Saved entries:
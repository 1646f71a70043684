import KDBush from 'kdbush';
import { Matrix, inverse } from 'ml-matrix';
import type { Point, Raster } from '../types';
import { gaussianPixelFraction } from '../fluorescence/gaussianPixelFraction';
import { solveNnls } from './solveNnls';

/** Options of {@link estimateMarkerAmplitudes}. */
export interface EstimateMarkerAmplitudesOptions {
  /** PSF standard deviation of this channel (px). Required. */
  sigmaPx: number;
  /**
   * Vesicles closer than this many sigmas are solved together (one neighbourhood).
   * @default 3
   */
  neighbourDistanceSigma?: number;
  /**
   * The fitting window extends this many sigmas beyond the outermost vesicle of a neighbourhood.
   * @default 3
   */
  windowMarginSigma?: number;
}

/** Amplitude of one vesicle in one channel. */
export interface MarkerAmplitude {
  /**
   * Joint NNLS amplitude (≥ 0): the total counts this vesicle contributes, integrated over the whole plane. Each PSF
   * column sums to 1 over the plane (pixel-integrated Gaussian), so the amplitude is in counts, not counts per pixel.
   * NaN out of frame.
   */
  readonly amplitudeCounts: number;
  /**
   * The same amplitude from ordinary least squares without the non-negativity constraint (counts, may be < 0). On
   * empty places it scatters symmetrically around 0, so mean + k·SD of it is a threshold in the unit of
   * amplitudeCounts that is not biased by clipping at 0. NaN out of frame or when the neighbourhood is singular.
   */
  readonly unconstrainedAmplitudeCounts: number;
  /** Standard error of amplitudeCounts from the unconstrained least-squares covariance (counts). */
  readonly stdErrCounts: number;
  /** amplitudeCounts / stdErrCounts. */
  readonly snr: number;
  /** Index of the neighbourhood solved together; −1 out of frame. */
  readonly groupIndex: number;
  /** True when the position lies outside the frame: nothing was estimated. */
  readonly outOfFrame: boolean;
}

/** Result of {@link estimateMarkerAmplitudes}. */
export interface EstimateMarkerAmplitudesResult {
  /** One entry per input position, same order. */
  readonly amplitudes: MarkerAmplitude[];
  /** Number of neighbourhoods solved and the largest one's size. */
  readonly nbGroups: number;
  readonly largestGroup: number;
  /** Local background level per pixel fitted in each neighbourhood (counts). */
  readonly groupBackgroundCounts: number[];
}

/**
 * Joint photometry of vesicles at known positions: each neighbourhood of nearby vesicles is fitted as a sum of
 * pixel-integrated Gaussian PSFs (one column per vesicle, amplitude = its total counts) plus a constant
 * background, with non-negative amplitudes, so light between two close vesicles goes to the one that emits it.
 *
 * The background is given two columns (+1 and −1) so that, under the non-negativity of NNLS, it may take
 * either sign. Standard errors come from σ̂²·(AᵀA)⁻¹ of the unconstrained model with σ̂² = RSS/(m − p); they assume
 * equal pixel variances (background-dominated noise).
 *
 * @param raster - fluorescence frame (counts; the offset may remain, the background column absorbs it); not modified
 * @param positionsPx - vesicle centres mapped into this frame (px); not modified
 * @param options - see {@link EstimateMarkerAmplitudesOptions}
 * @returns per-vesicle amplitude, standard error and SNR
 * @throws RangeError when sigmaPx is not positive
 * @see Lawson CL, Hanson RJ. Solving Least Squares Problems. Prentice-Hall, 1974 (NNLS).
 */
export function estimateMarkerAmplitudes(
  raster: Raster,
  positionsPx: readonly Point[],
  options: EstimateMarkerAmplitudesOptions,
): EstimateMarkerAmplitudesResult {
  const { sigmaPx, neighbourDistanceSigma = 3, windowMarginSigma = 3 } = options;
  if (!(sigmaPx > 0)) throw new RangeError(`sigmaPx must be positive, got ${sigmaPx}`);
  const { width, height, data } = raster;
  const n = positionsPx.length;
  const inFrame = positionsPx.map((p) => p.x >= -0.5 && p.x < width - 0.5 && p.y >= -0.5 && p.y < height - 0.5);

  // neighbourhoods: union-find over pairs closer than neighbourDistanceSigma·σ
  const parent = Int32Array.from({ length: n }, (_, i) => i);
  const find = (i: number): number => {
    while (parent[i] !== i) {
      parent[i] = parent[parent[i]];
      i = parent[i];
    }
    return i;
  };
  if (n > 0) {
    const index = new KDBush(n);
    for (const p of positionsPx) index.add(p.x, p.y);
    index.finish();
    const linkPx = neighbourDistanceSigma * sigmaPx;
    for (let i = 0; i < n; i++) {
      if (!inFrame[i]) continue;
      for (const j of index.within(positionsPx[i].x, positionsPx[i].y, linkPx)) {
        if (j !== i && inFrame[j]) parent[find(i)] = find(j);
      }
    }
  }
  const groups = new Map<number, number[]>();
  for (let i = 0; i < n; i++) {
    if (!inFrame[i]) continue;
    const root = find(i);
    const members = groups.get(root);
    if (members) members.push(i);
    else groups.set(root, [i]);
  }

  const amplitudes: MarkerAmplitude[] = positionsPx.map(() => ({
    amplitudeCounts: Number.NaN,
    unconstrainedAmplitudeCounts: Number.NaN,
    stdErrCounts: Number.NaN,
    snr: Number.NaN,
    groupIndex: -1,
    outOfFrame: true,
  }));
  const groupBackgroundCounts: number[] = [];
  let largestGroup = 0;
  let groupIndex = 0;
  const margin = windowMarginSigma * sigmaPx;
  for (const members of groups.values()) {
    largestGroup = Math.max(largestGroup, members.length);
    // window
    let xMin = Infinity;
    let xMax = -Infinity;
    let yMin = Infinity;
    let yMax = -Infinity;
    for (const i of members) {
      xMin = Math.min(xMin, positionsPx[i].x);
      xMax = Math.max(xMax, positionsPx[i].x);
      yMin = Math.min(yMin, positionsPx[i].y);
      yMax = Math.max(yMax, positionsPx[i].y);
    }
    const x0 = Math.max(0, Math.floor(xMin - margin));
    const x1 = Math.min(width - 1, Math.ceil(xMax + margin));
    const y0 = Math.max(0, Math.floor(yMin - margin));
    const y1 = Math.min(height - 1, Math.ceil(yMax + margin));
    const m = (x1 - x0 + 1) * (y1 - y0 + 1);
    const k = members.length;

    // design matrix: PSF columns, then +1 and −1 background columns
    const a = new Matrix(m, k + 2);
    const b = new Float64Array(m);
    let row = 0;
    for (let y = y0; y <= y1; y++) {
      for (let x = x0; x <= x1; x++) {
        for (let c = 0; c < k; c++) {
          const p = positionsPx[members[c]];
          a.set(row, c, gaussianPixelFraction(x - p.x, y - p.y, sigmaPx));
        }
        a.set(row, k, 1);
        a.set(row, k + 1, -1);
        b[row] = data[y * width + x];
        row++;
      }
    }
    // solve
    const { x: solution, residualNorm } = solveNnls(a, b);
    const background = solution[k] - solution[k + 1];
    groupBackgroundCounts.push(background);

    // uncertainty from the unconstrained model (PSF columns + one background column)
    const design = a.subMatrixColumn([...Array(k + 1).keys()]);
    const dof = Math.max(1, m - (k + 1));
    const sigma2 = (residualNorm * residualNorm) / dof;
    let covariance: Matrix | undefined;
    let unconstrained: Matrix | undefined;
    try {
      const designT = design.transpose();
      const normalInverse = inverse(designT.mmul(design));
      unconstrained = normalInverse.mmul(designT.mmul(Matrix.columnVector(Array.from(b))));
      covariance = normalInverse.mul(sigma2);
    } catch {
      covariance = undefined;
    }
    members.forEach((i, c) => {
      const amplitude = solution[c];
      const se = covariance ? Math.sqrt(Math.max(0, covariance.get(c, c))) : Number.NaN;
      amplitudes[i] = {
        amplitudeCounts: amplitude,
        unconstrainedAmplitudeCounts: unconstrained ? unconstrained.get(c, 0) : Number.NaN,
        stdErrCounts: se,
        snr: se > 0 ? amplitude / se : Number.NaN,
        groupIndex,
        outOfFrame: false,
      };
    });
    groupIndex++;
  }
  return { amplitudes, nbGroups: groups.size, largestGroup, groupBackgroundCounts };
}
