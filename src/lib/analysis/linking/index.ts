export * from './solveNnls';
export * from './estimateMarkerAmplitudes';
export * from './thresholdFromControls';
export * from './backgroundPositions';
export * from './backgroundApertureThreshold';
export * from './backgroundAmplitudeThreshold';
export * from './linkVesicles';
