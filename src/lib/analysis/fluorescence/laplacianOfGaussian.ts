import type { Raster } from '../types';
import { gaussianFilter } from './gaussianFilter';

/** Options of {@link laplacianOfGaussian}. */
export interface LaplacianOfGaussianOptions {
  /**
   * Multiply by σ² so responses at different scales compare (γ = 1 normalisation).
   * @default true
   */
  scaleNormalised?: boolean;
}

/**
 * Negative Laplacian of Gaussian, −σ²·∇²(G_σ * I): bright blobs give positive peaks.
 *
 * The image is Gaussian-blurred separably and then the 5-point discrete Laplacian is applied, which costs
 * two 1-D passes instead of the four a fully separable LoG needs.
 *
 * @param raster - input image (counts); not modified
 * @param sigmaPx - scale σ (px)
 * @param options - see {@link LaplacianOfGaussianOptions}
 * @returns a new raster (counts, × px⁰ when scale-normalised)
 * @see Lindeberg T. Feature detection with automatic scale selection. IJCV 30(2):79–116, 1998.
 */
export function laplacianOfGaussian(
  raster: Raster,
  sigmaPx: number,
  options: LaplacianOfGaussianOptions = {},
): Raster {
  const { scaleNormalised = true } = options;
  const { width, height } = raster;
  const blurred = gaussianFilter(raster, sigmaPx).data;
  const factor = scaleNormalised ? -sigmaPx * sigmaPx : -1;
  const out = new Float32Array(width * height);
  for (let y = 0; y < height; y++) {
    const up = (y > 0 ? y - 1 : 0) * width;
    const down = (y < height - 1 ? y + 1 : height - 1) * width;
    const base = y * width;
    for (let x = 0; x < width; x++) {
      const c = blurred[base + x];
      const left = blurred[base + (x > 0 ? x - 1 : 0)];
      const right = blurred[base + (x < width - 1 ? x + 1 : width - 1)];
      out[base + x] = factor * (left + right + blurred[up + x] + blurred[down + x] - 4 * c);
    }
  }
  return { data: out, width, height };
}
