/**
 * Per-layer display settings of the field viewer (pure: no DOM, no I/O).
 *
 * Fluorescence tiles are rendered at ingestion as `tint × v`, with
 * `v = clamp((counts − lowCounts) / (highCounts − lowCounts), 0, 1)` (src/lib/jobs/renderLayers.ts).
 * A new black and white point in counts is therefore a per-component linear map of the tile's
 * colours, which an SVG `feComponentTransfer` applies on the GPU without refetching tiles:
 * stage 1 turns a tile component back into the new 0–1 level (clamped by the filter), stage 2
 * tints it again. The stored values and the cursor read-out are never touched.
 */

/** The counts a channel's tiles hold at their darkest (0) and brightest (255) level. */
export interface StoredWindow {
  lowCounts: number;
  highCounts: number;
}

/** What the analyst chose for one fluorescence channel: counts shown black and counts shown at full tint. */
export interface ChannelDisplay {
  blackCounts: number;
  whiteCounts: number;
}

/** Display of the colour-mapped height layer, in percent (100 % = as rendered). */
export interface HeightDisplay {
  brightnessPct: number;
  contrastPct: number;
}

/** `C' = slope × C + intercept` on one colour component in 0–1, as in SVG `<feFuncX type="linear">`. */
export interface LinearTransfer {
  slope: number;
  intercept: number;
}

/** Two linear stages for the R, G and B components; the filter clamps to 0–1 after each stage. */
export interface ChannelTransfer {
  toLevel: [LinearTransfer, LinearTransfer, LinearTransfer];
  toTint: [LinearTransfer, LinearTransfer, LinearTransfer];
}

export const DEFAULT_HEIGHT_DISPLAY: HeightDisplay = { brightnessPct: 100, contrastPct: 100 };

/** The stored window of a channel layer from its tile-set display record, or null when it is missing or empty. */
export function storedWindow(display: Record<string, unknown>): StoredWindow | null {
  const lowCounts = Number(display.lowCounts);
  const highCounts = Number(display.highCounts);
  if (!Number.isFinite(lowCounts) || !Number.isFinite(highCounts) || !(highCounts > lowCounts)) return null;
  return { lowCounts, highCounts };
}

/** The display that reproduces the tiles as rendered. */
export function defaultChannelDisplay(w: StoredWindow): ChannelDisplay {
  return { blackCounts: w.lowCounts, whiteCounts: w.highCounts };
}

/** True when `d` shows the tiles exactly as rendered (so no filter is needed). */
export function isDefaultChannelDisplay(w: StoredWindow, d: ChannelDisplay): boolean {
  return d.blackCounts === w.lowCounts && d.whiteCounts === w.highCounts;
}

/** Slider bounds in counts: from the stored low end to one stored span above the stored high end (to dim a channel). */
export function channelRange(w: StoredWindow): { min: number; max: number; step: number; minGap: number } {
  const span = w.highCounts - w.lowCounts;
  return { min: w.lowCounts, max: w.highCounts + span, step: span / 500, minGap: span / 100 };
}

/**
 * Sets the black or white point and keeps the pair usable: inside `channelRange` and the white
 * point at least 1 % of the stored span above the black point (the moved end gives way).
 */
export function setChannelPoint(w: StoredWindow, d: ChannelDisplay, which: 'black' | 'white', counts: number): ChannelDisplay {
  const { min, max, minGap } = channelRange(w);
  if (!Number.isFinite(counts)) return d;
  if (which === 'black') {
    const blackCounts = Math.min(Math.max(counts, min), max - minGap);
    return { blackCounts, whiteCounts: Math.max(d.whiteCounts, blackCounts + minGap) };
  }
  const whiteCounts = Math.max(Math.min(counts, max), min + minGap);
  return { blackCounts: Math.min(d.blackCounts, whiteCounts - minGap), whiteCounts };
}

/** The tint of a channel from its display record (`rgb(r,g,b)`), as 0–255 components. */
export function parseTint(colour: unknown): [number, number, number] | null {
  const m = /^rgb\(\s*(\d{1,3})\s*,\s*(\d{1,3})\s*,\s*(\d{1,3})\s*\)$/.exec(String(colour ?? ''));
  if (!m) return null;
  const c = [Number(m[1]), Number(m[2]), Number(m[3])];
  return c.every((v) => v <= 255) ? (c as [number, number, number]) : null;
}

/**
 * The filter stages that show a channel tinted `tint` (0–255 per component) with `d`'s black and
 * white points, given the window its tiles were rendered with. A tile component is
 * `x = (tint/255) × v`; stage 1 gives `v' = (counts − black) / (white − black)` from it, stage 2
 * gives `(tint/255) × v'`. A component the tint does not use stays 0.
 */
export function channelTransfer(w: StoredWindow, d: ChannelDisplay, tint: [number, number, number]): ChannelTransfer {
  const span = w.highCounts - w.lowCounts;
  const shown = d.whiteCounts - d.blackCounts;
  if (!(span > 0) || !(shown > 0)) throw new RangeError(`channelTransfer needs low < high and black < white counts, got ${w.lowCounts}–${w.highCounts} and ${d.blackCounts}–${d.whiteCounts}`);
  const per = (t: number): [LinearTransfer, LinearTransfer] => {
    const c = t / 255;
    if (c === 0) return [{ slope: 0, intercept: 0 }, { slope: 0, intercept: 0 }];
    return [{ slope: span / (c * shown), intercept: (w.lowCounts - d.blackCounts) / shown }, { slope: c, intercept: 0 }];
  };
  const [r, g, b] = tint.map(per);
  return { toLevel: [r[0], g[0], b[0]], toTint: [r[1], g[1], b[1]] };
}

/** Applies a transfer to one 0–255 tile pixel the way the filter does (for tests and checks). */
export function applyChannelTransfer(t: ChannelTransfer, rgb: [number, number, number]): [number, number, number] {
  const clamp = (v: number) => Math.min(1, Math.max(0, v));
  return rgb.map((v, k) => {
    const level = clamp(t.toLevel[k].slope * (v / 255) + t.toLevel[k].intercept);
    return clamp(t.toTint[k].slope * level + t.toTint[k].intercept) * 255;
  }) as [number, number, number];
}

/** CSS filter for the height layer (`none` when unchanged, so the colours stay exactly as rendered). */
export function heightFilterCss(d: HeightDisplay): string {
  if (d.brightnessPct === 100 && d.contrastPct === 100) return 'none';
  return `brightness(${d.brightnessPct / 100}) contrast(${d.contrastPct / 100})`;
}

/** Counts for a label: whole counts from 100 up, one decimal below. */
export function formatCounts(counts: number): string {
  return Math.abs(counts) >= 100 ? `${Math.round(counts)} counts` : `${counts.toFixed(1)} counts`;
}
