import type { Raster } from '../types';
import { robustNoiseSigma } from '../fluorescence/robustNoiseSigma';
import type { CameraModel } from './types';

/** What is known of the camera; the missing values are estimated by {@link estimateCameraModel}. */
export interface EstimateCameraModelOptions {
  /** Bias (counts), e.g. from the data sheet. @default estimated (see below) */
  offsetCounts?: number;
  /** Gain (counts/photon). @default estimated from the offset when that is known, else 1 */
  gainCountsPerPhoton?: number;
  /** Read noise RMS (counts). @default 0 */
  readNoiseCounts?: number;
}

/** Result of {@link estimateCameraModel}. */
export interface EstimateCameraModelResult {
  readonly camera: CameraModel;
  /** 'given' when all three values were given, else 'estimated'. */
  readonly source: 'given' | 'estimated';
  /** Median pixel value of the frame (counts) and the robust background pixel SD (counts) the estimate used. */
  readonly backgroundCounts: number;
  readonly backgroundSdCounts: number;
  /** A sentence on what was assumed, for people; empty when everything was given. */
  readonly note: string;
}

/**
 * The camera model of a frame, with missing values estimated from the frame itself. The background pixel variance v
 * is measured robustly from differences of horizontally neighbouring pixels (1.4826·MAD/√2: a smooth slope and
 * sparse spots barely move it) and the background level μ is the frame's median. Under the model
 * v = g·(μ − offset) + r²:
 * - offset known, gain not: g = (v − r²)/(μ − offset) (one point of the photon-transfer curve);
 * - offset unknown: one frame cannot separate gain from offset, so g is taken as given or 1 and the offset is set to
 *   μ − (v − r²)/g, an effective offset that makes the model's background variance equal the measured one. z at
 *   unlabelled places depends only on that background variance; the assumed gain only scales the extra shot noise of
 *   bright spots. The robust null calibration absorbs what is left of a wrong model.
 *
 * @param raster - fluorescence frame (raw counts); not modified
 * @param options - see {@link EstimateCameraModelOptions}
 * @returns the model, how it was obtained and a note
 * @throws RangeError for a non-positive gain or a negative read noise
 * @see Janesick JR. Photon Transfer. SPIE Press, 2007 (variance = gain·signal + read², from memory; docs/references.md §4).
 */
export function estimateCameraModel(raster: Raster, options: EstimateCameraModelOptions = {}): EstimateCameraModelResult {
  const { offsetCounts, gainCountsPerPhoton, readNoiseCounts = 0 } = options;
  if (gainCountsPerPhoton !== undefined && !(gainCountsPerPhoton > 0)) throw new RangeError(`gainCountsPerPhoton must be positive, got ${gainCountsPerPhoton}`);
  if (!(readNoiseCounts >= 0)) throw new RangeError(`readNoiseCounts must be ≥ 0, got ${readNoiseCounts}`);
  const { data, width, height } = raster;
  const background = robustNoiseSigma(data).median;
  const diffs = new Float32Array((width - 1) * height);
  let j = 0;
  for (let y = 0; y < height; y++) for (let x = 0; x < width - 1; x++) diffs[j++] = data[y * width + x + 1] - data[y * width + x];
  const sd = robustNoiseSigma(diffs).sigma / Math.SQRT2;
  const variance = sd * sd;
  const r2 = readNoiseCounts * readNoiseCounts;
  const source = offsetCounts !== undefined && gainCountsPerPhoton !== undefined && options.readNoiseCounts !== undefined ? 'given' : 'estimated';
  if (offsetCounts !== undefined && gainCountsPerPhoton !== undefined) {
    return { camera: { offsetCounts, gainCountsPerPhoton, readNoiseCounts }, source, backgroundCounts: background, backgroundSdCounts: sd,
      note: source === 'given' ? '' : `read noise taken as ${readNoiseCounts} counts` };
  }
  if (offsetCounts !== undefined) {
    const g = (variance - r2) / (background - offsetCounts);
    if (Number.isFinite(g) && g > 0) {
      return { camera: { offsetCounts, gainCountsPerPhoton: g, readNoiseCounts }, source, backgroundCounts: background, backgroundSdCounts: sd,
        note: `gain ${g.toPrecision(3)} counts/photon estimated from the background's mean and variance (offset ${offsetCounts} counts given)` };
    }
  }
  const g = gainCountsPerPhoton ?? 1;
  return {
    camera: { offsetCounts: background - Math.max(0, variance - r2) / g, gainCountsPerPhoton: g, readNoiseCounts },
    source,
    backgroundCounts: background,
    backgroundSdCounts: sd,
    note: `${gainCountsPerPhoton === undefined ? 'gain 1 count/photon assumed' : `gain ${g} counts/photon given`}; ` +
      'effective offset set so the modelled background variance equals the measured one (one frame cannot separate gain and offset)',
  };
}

INSTRUCTIONS FOR THE TASK
Check every line of the entries above, and copy those that carry the string "ceil".

RESPONSE TO THE EXERCISE
    const x1 = Math.min(width - 1, Math.ceil(xMax + margin));
    const y1 = Math.min(height - 1, Math.ceil(yMax + margin));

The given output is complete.